> **Work to be completed**:
Your answer should be only the lines below from the one with "# close to the" to the one with "# Sun at 1 AU: ~1e10", repeated exactly, ends included.

(Collected data)
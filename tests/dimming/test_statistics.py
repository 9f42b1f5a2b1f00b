"""Test statistics: window test and Poisson likelihood ratio (synthcorona.dimming.statistics).

Outside references used below:
* scipy.stats (binomtest, binom, poisson, norm, chi2) and scipy.special as the reference library for
  distributions;
* binomial standard error sqrt(p (1 - p) / n) of a Monte Carlo fraction;
* Poisson variance Var N = mu, hence the Gaussian-limit step S/N (Li & Ma 1983, ApJ 272, 317, eq. 5);
* Chernoff (1954, Ann. Math. Stat. 25, 573): likelihood ratio with the parameter on the
  boundary is 1/2 chi2_0 + 1/2 chi2_1 under the null.
"""
import math

import astropy.units as u
import numpy as np
import pytest
from dimming_setups import CTS, binom_se, flare_dimming_curves
from scipy import optimize, special, stats

from synthcorona.dimming.statistics import (
    WINDOW_NORMAL_LIMIT,
    cash_statistic,
    likelihood_ratio,
    poisson_loglike,
    step_snr,
    window_root,
    window_sigma,
    window_test,
    window_test_size,
)
from synthcorona.errors import InputError


# ----------------------------------------------------------------------------- window test vs scipy
@pytest.mark.parametrize("n1,t1,n2,t2", [(100, 10, 70, 10), (5, 1, 0, 2), (30, 3, 12, 1), (1000, 100, 900, 100),
                                         (7, 2.5, 9, 4.0)])
def test_window_test_matches_scipy_binomtest(n1, t1, n2, t2):
    res = window_test(n1, t1 * u.s, n2, t2 * u.s)
    ref = stats.binomtest(n2, n1 + n2, t2 / (t1 + t2), alternative="less").pvalue
    assert res.p_value == pytest.approx(ref, rel=1e-10)
    assert res.sigma == pytest.approx(stats.norm.isf(ref), rel=1e-9)


def test_window_test_vectorised_and_edge_cases():
    n1 = np.array([100, 0, 50, 20000])
    n2 = np.array([70, 0, 50, 18000])
    res = window_test(n1, 10 * u.s, n2, 10 * u.s)
    ref = [stats.binomtest(int(b), int(a + b), 0.5, alternative="less").pvalue if a + b else 1.0
           for a, b in zip(n1, n2)]
    np.testing.assert_allclose(res.p_value, ref, rtol=1e-9)
    assert res.p_value[1] == 1.0  # no counts: no evidence
    # Far tail (~21 sigma, p ~ 1e-98): the p-value matches scipy.stats.binom.cdf and sigma is finite,
    # close to the Gaussian-limit (N2 - N/2) / sqrt(N/4) = 21.08 (5 %: the exact tail is not Gaussian there).
    deep = window_test(20000, 10 * u.s, 16000, 10 * u.s)
    assert deep.p_value == pytest.approx(stats.binom.cdf(16000, 36000, 0.5), rel=1e-8)
    assert deep.sigma == pytest.approx(2000 / math.sqrt(9000), rel=0.05)


def test_window_test_huge_counts_matches_gaussian_z():
    # Sun at 1 AU: ~1e10 counts per window. Li & Ma (1983, ApJ 272, 317) eq. 5 with alpha = t_on/t_off = 1:
    # S = (N_on - N_off) / sqrt(N_on + N_off) (from memory). Dimming => sigma = -S.
    n1 = np.array([10 ** 10, 10 ** 10, 10 ** 10])
    n2 = n1 - np.array([0, 300_000, 700_000])
    res = window_test(n1, 1 * u.h, n2, 1 * u.h)
    z = (n1 - n2) / np.sqrt(n1 + n2)
    assert np.all(np.isfinite(res.sigma))
    np.testing.assert_allclose(res.sigma, z, atol=1e-3)
    assert res.sigma[1] == pytest.approx(2.1213, abs=1e-3)
    # unequal windows (t_post = 2 t_pre): Li & Ma eq. 5 with alpha = 2 under the null variance
    # alpha (N_on + N_off) (their eq. 9 simple form; from memory)
    a = 2.0
    n_off = 10 ** 10
    n_on = int(a * n_off - 4e5)
    s = (n_on - a * n_off) / math.sqrt(a * (n_on + n_off))
    r2 = window_test(n_off, 1 * u.h, n_on, 2 * u.h)
    assert float(r2.sigma) == pytest.approx(-s, abs=1e-3)


def test_window_normal_branch_agrees_with_exact_binomial_just_above_limit():
    # Just above the switch-over, the normal approximation vs the exact binomial CDF (scipy.stats.binom).
    n_tot = int(1.2 * WINDOW_NORMAL_LIMIT)
    k = n_tot // 2 - 8000
    sig = float(window_test(n_tot - k, 1 * u.s, k, 1 * u.s).sigma)
    exact = -special.ndtri_exp(stats.binom.logcdf(k, n_tot, 0.5))
    assert sig == pytest.approx(exact, abs=1e-3)
    assert sig == pytest.approx(4.6188, abs=2e-3)  # 2*8000/sqrt(1.2e7)


@pytest.mark.parametrize("n1,n2", [(100, 500), (40, 60), (3, 30)])
def test_window_sigma_keeps_precision_when_the_post_window_is_brighter(n1, n2):
    # sigma = Phi^-1(1 - p), p = P(X <= N2); for p near 1 it is Phi^-1(P(X > N2)) (scipy.stats.binom.sf),
    # which must stay finite where p itself rounds to 1 (e.g. a flare in the post-event window).
    ref = stats.norm.ppf(stats.binom.sf(n2, n1 + n2, 0.5))   # scipy.stats, general reference
    sig, _ = window_sigma(np.array([n1]), np.array([n2]), 0.5)
    assert np.isfinite(sig[0]) and sig[0] == pytest.approx(ref, rel=1e-9)


def _size_by_enumeration(mu1, mu2, alpha):
    """P(p-value <= alpha) by summing over every (N1, N2), p-values from scipy.stats.binomtest (the detection rule:
    reject when the p-value is <= alpha)."""
    q0 = mu2 / (mu1 + mu2)
    total = 0.0
    for n1 in range(int(mu1 + 12 * math.sqrt(mu1) + 20)):
        for n2 in range(int(mu2 + 12 * math.sqrt(mu2) + 20)):
            if n1 + n2 and stats.binomtest(n2, n1 + n2, q0, alternative="less").pvalue <= alpha:
                total += stats.poisson.pmf(n1, mu1) * stats.poisson.pmf(n2, mu2)
    return total


@pytest.mark.parametrize("mu1, mu2, alpha", [(20.0, 10.0, 0.05), (2.5, 2.5, 1 / 32), (6.0, 9.0, 0.01)])
def test_exact_window_test_size_by_enumeration(mu1, mu2, alpha):
    """The exact test's false-alarm probability equals the enumeration with scipy's binomtest p-values and the rule
    p <= alpha; it never exceeds alpha. alpha = 1/32 is attained exactly (N = 5, N2 = 0, q0 = 1/2: p = 2^-5), so
    the rule's '<=' matters there."""
    size = window_test_size(mu1, mu2, alpha)
    assert size == pytest.approx(_size_by_enumeration(mu1, mu2, alpha), rel=1e-9, abs=1e-15)
    assert size <= alpha
    assert window_sigma(5, 0, 0.5)[1] == pytest.approx(math.log(1 / 32), rel=1e-12)   # the attained p-value


def test_window_root_approximates_the_exact_significance():
    """The scan's fast significance (signed likelihood root, continuity-corrected) is within 0.1 sigma of the exact
    one at tens of counts and more, in the range that matters for thresholds (|sigma| < 5)."""
    rng = np.random.default_rng(3)
    n1 = rng.poisson(300, 2000)
    n2 = rng.poisson(80, 2000)
    exact = window_sigma(n1, n2, 0.25)[0]
    keep = np.abs(exact) < 5
    assert np.max(np.abs(window_root(n1, n2, 0.25)[keep] - exact[keep])) < 0.1
    assert window_root(0, 0, 0.3) == 0.0


def test_step_snr_formula():
    # (r1 - r2) / sqrt(r1/t1 + r2/t2): 5 / sqrt(50/200 + 45/200)
    assert float(step_snr(50 * CTS, 45 * CTS, 200 * u.s, 200 * u.s)) == pytest.approx(5 / math.sqrt(0.475), rel=1e-12)


# ----------------------------------------------------------------------------- likelihoods
def test_poisson_loglike_matches_scipy_and_cash():
    rng = np.random.default_rng(0)
    m = rng.uniform(0.1, 30, size=(3, 50))
    n = rng.poisson(m)
    full = poisson_loglike(n, m, full=True)
    np.testing.assert_allclose(full, stats.poisson.logpmf(n, m).sum(axis=-1), rtol=1e-12)
    reduced = poisson_loglike(n, m)
    np.testing.assert_allclose(reduced, np.sum(n * np.log(m) - m, axis=-1), rtol=1e-12)
    np.testing.assert_allclose(cash_statistic(n, m), 2 * np.sum(m - n * np.log(m), axis=-1), rtol=1e-12)
    # zero model with zero counts contributes nothing; with counts it is impossible
    assert poisson_loglike([0, 3], [0.0, 3.0]) == pytest.approx(3 * np.log(3) - 3)
    assert poisson_loglike([1, 3], [0.0, 3.0]) == -np.inf


def test_likelihood_fit_matches_direct_minimisation():
    """Vectorised Newton fit = scipy.optimize (Nelder-Mead) on the Cash statistic, row by row."""
    base, dim, truth = flare_dimming_curves(depth=0.1)
    counts = np.random.default_rng(5).poisson(truth, size=(5, base.size))
    res = likelihood_ratio(counts, base, dim)
    assert res.converged.all()
    for i in range(5):
        def c_alt(p, row=counts[i]):
            mu = p[0] * base - p[1] * dim
            return cash_statistic(row, mu) if np.all(mu > 0) else 1e300

        best = optimize.minimize(c_alt, [1.0, 0.05], method="Nelder-Mead",
                                 options=dict(xatol=1e-10, fatol=1e-12, maxiter=5000))
        d_ref = max(best.x[1], 0.0)
        c_null = cash_statistic(counts[i], counts[i].sum() / base.sum() * base)
        ts_ref = max(c_null - best.fun, 0.0) if best.x[1] > 0 else 0.0
        assert res.ts[i] == pytest.approx(ts_ref, abs=1e-6)
        assert res.delta[i] == pytest.approx(d_ref, abs=1e-6)


def test_likelihood_recovers_injected_depth():
    """Mean fitted depth within 3 standard errors of the truth; the Fisher error matches the scatter."""
    base, dim, truth = flare_dimming_curves(depth=0.1)
    n = 5000
    counts = np.random.default_rng(6).poisson(truth, size=(n, base.size))
    res = likelihood_ratio(counts, base, dim)
    d = res.delta_unconstrained
    se = d.std(ddof=1) / math.sqrt(n)
    assert abs(d.mean() - 0.1) < 3 * se
    assert np.mean(res.scale) == pytest.approx(1.0, abs=3 * res.scale.std() / math.sqrt(n))
    # observed-information error vs the Monte Carlo scatter (relative SE of a std: 1/sqrt(2n) = 1 %)
    assert np.mean(res.delta_error) == pytest.approx(d.std(ddof=1), rel=0.04)


def test_likelihood_ratio_null_follows_chernoff_mixture():
    """Under the null, TS ~ 1/2 chi2_0 + 1/2 chi2_1 (Chernoff 1954): P(TS > 2.7055) = 0.05 and
    P(TS = 0) = 0.5, each within 3 binomial standard errors (n = 20000; ~1100 counts per bin-group,
    so the asymptotic mixture applies)."""
    base, dim, _ = flare_dimming_curves()
    n = 20000
    counts = np.random.default_rng(7).poisson(base, size=(n, base.size))
    res = likelihood_ratio(counts, base, dim)
    crit = stats.chi2.isf(0.10, 1)  # 2.7055: P(chi2_1 > crit) = 0.1, mixture 0.05
    assert abs(np.mean(res.ts > crit) - 0.05) < 3 * binom_se(0.05, n)
    assert abs(np.mean(res.ts == 0) - 0.5) < 3 * binom_se(0.5, n)
    assert res.converged.all()


def test_likelihood_fixed_scale():
    base, dim, truth = flare_dimming_curves(depth=0.2)
    counts = np.random.default_rng(8).poisson(truth, size=(2000, base.size))
    res = likelihood_ratio(counts, base, dim, fit_scale=False)
    assert np.all(res.scale == 1.0)
    d = res.delta_unconstrained
    assert abs(d.mean() - 0.2) < 3 * d.std(ddof=1) / math.sqrt(d.size)
    single = likelihood_ratio(counts[0], base, dim, fit_scale=False)
    assert single.ts == pytest.approx(res.ts[0])


# ----------------------------------------------------------------------------- bad inputs
_BASE, _DIM, _ = flare_dimming_curves()


@pytest.mark.parametrize("call,match", [
    (lambda: window_test([1, 2, 3], 1 * u.s, [1, 2], 1 * u.s),
     r"shapes do not broadcast together: n_pre \(3,\), n_post \(2,\)"),
    (lambda: window_test(1.5, 1 * u.s, 2, 1 * u.s), "whole numbers"),
    (lambda: window_test(1, 1 * u.s, 2, 0 * u.s), "t_post"),
    (lambda: likelihood_ratio(np.ones(_BASE.size), _BASE, 0.5 * _BASE), "proportional"),
    (lambda: likelihood_ratio(np.ones((3, 10)), _BASE, _DIM), r"counts has shape \(3, 10\)"),
    (lambda: likelihood_ratio(np.ones(3), [1.0, 0.0, 1.0], [0.0, 1.0, 0.5]), "baseline must be > 0"),
    (lambda: step_snr(0 * CTS, 0 * CTS, 1 * u.s, 1 * u.s), "rate_pre and rate_post are both zero"),
])
def test_bad_inputs(call, match):
    with pytest.raises(InputError, match=match):
        call()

> **Exercise solution**:
    # close to the Gaussian-limit (N2 - N/2) / sqrt(N/4) = 21.08 (5 %: the exact tail is not Gaussian there).
    deep = window_test(20000, 10 * u.s, 16000, 10 * u.s)
    assert deep.p_value == pytest.approx(stats.binom.cdf(16000, 36000, 0.5), rel=1e-8)
    assert deep.sigma == pytest.approx(2000 / math.sqrt(9000), rel=0.05)


def test_window_test_huge_counts_matches_gaussian_z():
    # Sun at 1 AU: ~1e10 counts per window. Li & Ma (1983, ApJ 272, 317) eq. 5 with alpha = t_on/t_off = 1:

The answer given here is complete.